Я стоял приблизительно посередине строя и ждал своей очереди. То, что здесь будут расстреливать, всем было ясно. Мозг работал напряженно. Большинство пленных ставили к воротам, небольшое количество — отправляли к стене. Логично было думать, что вероятнее всего, будут расстреливать тех, которых направляют к стене, т.к. их было меньшинство. Невозможно было предположить, что будут расстреливать большинство пленных, находящихся у ворот. И вот я стал обдумывать возможность, как-то перебежать и стать в строй к воротам, что конечно, было неосуществимо. Но мне так хотелось. Подошла моя очередь, меня покрутили вокруг, что-то отметили в списке и направили — к стене. Стоял я голый, дрожа от холода и страха, посматривал по сторонам и все думал, думал. Эсэсовцы, которые находились на насыпи, показывали нам пальцами вверх и говорили: «Ин гимель! — В небеса!». Потом еще нескольких человек поставили рядом со мной, и один из гестаповцев дал команду: «Гинуг! — Хватит!».
Нас было 23 человека, отобранных из всей партии — около 200 человек, которых привезли из Хаммельбурга». Конец цитаты.
Все остальные советские военнопленные, которые остались стоять голыми «во дворе у ворот» были расстреляны.
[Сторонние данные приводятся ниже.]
// The Flamant integral over the whole section equals Osterberg's half embankments superposed on the
// centre line (two independent formulas for the same integral), with and without berms, at the
// final height and part-way up; and a plain trapezoid gives twice Osterberg's influence.
TEST(Embankment, FlamantIntegralMatchesOsterbergOnCentreLine) {
    EmbankmentSection s = section_of(30.0, 2.0, 19.0, 32.0, 0.0, 1.3);
    EmbankmentSection bermed = s;
    bermed.berms = {{8.0, 3.0}, {5.0, 1.5}};
    for (const double h : {1.0, 3.0, 6.0})
        for (const double z : {0.5, 2.0, 8.0, 20.0, 60.0}) {
            const double q = 19.0 * h;
            const FillProfile plain = fill_profile(s, h, h);
            EXPECT_NEAR(centreline_stress_kPa(plain, 19.0, z), q * 2.0 * osterberg_influence(2.0 * h, 15.0, z), 1e-9 * q);
            EXPECT_NEAR(embankment_stress_kPa(plain, 19.0, 0.0, z), centreline_stress_kPa(plain, 19.0, z), 1e-9 * q);
            const FillProfile stepped = fill_profile(bermed, 6.5, h);
            EXPECT_NEAR(embankment_stress_kPa(stepped, 19.0, 0.0, z), centreline_stress_kPa(stepped, 19.0, z), 1e-9 * q)
                << h << " " << z;
        }
}

// A section with berms, cut at heights by hand: crest half-width 10, slopes 2:1, a berm 6 m wide at
// 2 m, final height 5 m. Full: (0,5) (10,5) (16,2) (22,2) (26,0). At 3 m: (0,3) (14,3) (16,2) (22,2)
// (26,0). At 2 m: the berm's top is the crest: (0,2) (22,2) (26,0). At 1 m: (0,1) (24,1) (26,0).
TEST(Embankment, FillProfileWithABermByHand) {
    EmbankmentSection s = section_of(20.0, 2.0, 19.0, 32.0, 0.0, 1.3, {{6.0, 2.0}});
    struct Row {
        double h;
        std::vector<double> x, y;
    };
    const Row rows[] = {{5.0, {0, 10, 16, 22, 26}, {5, 5, 2, 2, 0}},
                        {3.0, {0, 14, 16, 22, 26}, {3, 3, 2, 2, 0}},
                        {2.0, {0, 22, 26}, {2, 2, 0}},
                        {1.0, {0, 24, 26}, {1, 1, 0}}};
    for (const auto& row : rows) {
        const FillProfile p = fill_profile(s, 5.0, row.h);
        ASSERT_EQ(p.x_m.size(), row.x.size()) << row.h;
        for (std::size_t i = 0; i < row.x.size(); ++i) {
            EXPECT_NEAR(p.x_m[i], row.x[i], 1e-12) << row.h;
            EXPECT_NEAR(p.y_m[i], row.y[i], 1e-12) << row.h;
        }
        EXPECT_NEAR(fill_surface_m(p, -15.0), row.h >= 3.0 ? 2.5 : row.h, 1e-12) << row.h;  // on the slope, or the flat top
    }
    EXPECT_THROW(fill_profile(s, 1.5, 1.5), InputError);  // the berm stands above the fill
}

// Equilibrium: the vertical stress integrated across any horizontal plane carries the whole load
// (statics), here by the trapezoid rule over a wide span.
TEST(Embankment, StressCarriesTheWholeLoad) {
    const EmbankmentSection s = section_of(20.0, 2.0, 20.0, 30.0, 0.0, 1.3);
    const double h = 4.0, load = 20.0 * h * (20.0 + 2.0 * h);  // kN/m: γ·h·(crest + n·h)
    const double z = 6.0;
    const FillProfile p = fill_profile(s, h, h);
    double total = 0.0;
    const double dx = 0.01;
    for (double x = -3000.0; x < 3000.0; x += dx) total += embankment_stress_kPa(p, 20.0, x + 0.5 * dx, z) * dx;
    EXPECT_NEAR(total, load, 0.005 * load);  // the tails beyond ±3 km carry about 0.1 %
}

TEST(Embankment, SectionErrorsNameTheField) {
    const auto expect_field = [](EmbankmentSection s, const std::string& field) {
        try {
            validate_section(s);
            ADD_FAILURE() << field;
        } catch (const InputError& e) {
            EXPECT_EQ(e.quantity(), field);
        }
    };
    const EmbankmentSection ok = section_of(30.0, 2.0, 19.0, 32.0, 0.0, 1.3);
    EXPECT_NO_THROW(validate_section(ok));
    auto s = ok;
    s.side_slope_h_per_v = -0.5;  // steeper than vertical
    expect_field(s, "embankment.side_slope_h_per_v");
    s = ok;
    s.crest_width_m = 0.0;
    s.side_slope_h_per_v = 0.0;  // does not close
    expect_field(s, "embankment.crest_width_m");
    s = ok;
    s.target_factor_of_safety = 0.9;
    expect_field(s, "embankment.target_factor_of_safety");
    s = ok;
    s.fill_friction_angle_deg = 90.0;
    expect_field(s, "embankment.fill_friction_angle_deg");
}

// --- Strength ------------------------------------------------------------------------------------

TEST(Strength, HandCalculations) {
    UndrainedStrength profile;
    profile.su_top_kPa = 12.0;
    profile.su_gradient_kPa_per_m = 1.5;
    profile.gain_ratio = 0.25;
    // 12 + 1.5·4 + 0.25·40 = 28 kPa (by hand).
    EXPECT_NEAR(undrained_strength_kPa(profile, 4.0, 30.0, 30.0, 40.0), 28.0, 1e-12);
    UndrainedStrength ratio;
    ratio.su_ratio = 0.22;
    ratio.strength_exponent = 0.8;
    // OCR 2 at σ'v0 = 50: 0.22·50·2^0.8 = 19.150 kPa (by hand: 2^0.8 = 1.74110).
    EXPECT_NEAR(undrained_strength_kPa(ratio, 0.0, 50.0, 100.0, 0.0), 0.22 * 50.0 * 1.7411011, 1e-6);
    // Loaded past σ'p: normally consolidated, 0.22·(50 + 80) = 28.6 kPa.
    EXPECT_NEAR(undrained_strength_kPa(ratio, 0.0, 50.0, 100.0, 80.0), 28.6, 1e-12);
    // Within the over-consolidated range: 0.22·70·(100/70)^0.8 (by hand 21.44 kPa).
    EXPECT_NEAR(undrained_strength_kPa(ratio, 0.0, 50.0, 100.0, 20.0), 0.22 * 70.0 * std::pow(100.0 / 70.0, 0.8), 1e-12);
    UndrainedStrength both = profile;
    both.su_ratio = 0.2;
    EXPECT_THROW(validate_strength(both), InputError);
    UndrainedStrength zero = profile;
    zero.su_top_kPa = 0.0;
    EXPECT_THROW(validate_strength(zero), InputError);
}

// --- Circular slips ------------------------------------------------------------------------------

// φ = 0 clay under a strip load of width B on its surface: the critical circle carries about
// 5.5·su, the stability number for deep failure of Taylor (1937) (1/0.181 = 5.52, from memory),
// above Prandtl's (1920) exact 5.14·su (circles are upper bounds in limit analysis).
TEST(Stability, StripLoadOnClayCollapsesNearFellenius552) {
    const double su = 20.0, B = 10.0;
    // A thin, very heavy block of no strength is the strip load.
    EmbankmentSection strip = section_of(B, 0.0, 1.0e4, 0.0, 0.0, 1.0);
    const double h = 0.01;  // q = 100 kPa = 5 su
    const auto m = uniform_clay(strip, h, 30.0, su, 16.0);
    const CircleResult r = critical_circle(m);
    // F = q_collapse/q for a load-independent mechanism with weightless-in-moment clay.
    const double q_collapse = r.factor_of_safety * 1.0e4 * h;
    EXPECT_NEAR(q_collapse / su, 5.52, 0.03);
    EXPECT_GT(q_collapse / su, 5.14);
    // The critical centre stands above the load's edge (Fellenius' circle).
    EXPECT_NEAR(r.circle.centre_x_m, 0.5 * B, 0.05 * B);
}

// One circle by hand: a semicircle centred on the edge of a uniform strip load q on φ = 0 clay,
// radius R inside the load's width. Driving moment q·R²/2 (the loaded half), resisting su·πR·R (the
// clay's own weight is symmetric about the centre): F = 2π·su/q (the classic semicircle bound).
TEST(Stability, SemicircleOnStripEdgeByHand) {
    const double su = 15.0, q = 60.0, h = 0.001;
    EmbankmentSection strip = section_of(20.0, 0.0, q / h, 0.0, 0.0, 1.0);
    const auto m = uniform_clay(strip, h, 30.0, su, 17.0);
    const auto r = bishop_factor_of_safety(m, {10.0, h, 6.0}, 400);
    ASSERT_TRUE(r.has_value());
    EXPECT_NEAR(r->factor_of_safety, 2.0 * pi * su / q, 0.001 * 2.0 * pi * su / q);
    EXPECT_NEAR(r->entry_x_m, 4.0, 1e-6);
    EXPECT_NEAR(r->exit_x_m, 16.0, 1e-6);
}

// Basal reinforcement by hand (Jewell 1996: the design force T, horizontal at the base of the fill
// where the slip cuts it, restores T·yc about the centre). A thin strip load q on φ = 0 clay and a
// circle centred above the strip's edge at height yc: the clay's weight is symmetric about the centre,
// so M_D = q·a²/2 with a = √(R² − yc²) (the loaded part), M_R = su·R·2R·acos(yc/R) (the arc in the
// clay) + T·yc; F = M_R/M_D. T → 0 gives the unreinforced value.
TEST(Stability, BasalReinforcementByHand) {
    const double su = 15.0, q = 60.0, h = 0.001, R = 6.0, yc = 2.0;
    EmbankmentSection strip = section_of(20.0, 0.0, q / h, 0.0, 0.0, 1.0);
    const double a = std::sqrt(R * R - yc * yc);
    const double m_d = q * a * a / 2.0, m_r = su * R * 2.0 * R * std::acos(yc / R);
    const auto plain = bishop_factor_of_safety(uniform_clay(strip, h, 30.0, su, 17.0), {10.0, yc, R}, 400);
    ASSERT_TRUE(plain.has_value());
    EXPECT_NEAR(plain->factor_of_safety, m_r / m_d, 0.002 * m_r / m_d);
    for (const double t : {1e-9, 50.0, 100.0, 400.0}) {
        strip.reinforcement = BasalReinforcement{t};
        const auto r = bishop_factor_of_safety(uniform_clay(strip, h, 30.0, su, 17.0), {10.0, yc, R}, 400);
        ASSERT_TRUE(r.has_value());
        EXPECT_NEAR(r->factor_of_safety, (m_r + t * yc) / m_d, 0.002 * (m_r + t * yc) / m_d) << "T = " << t;
        // Against the code's own unreinforced value: exactly the added moment over the same M_D.
        EXPECT_NEAR(r->factor_of_safety - plain->factor_of_safety, t * yc / m_d, 1e-3 * t * yc / m_d + 1e-9) << "T = " << t;
    }
}

// A tension crack by hand (the crack carrying no shear and its water thrust γw·zc²/2 at a third of
// its depth: common practice in limit-equilibrium slope analysis; the thrust is hydrostatics): a 2 m block of cohesive fill (c = 10 kPa, φ = 0, γ = 20) with vertical
// sides on φ = 0 clay, a circle centred above the block's edge at yc = 3 m. Angles from the vertical
// below the centre: φh = acos((yc − h)/R) where the arc meets the fill surface, φc = acos((yc − h +
// zc)/R) at the crack's bottom, φ0 = acos(yc/R) at the original ground. M_R = R·[su·2R·φ0 + c·R·(φh
// − φ0)], less c·R·(φh − φc)·R for a crack of depth zc (no shear above its bottom). M_D is the fill's
// weight moment about the centre (the clay's weight is symmetric), integrated here over the block; a
// water-filled crack adds γw·zc²/2 × (yc − (h − zc) − zc/3). The slices resolve the crack's bottom to
// about one slice, hence 1 %.
TEST(Stability, TensionCrackByHand) {
    const double su = 15.0, c = 10.0, gamma = 20.0, h = 2.0, R = 6.0, yc = 3.0, xc = 10.0, zc = 1.0;
    EmbankmentSection block = section_of(20.0, 0.0, gamma, 0.0, c, 1.0);
    const double phi_h = std::acos((yc - h) / R), phi_c = std::acos((yc - h + zc) / R), phi_0 = std::acos(yc / R);
    const double m_r = R * (su * 2.0 * R * phi_0 + c * R * (phi_h - phi_0));
    const double lost = R * c * R * (phi_h - phi_c);
    // The fill's weight moment: x from where the arc meets the fill surface to the block's edge.
    const double x_e = xc - R * std::sin(phi_h);
    double m_d = 0.0;
    const int n = 200000;
    for (int i = 0; i < n; ++i) {
        const double x = x_e + (xc - x_e) * (i + 0.5) / n;
        const double arc = yc - std::sqrt(R * R - (x - xc) * (x - xc));
        m_d += gamma * (h - std::max(arc, 0.0)) * (xc - x) * (xc - x_e) / n;
    }
    const auto model = [&](std::optional<TensionCrack> crack) {
        block.tension_crack = crack;
        return uniform_clay(block, h, 30.0, su, 17.0);
    };
    const auto plain = bishop_factor_of_safety(model(std::nullopt), {xc, yc, R}, 400);
    const auto dry = bishop_factor_of_safety(model(TensionCrack{zc, false}), {xc, yc, R}, 400);
    const auto wet = bishop_factor_of_safety(model(TensionCrack{zc, true}), {xc, yc, R}, 400);
    ASSERT_TRUE(plain && dry && wet);
    EXPECT_NEAR(plain->factor_of_safety, m_r / m_d, 0.01 * m_r / m_d);
    EXPECT_NEAR(dry->factor_of_safety, (m_r - lost) / m_d, 0.01 * (m_r - lost) / m_d);
    const double thrust = 0.5 * 9.81 * zc * zc * (yc - (h - zc) - zc / 3.0);
    EXPECT_NEAR(wet->factor_of_safety, (m_r - lost) / (m_d + thrust), 0.01 * (m_r - lost) / (m_d + thrust));
    EXPECT_LT(dry->factor_of_safety, plain->factor_of_safety);
    EXPECT_LT(wet->factor_of_safety, dry->factor_of_safety);
    // A crack deeper than the fill stops at the fill's base.
    const auto deep = bishop_factor_of_safety(model(TensionCrack{5.0, false}), {xc, yc, R}, 400);
    const auto full = bishop_factor_of_safety(model(TensionCrack{h, false}), {xc, yc, R}, 400);
    ASSERT_TRUE(deep && full);
    EXPECT_DOUBLE_EQ(deep->factor_of_safety, full->factor_of_safety);
}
Надо сказать, что пребывание в Дахау, как и в других концлагерях, в которых ему пришлось находиться, оставило неизгладимый след в памяти и жизни отца. Но Дахау, пожалуй, лагерь особенный.
Здесь он познакомился с бывшим судетским немцем-коммунистом, который будучи старшим третьего отделения – штубенэстером всячески пытался и помогал ему. Помогали военнопленным и переводчики, среди которых также был немец-коммунист. Так старших командиров оформляли как лейтенантов, а полкового комиссара записали полковником. Нашего отца, который случайно, по не знанию и не осторожности, назвался евреем среди русских военнопленных, что привело к сумятице чуть ли не весь лагерь, т.к. такого быть в Дахау просто НЕ могло – переводчик-немец записал полу евреем - «гальб юде». Это вызвало в лагере небывалый ажиотаж. Вот как отец это описывает.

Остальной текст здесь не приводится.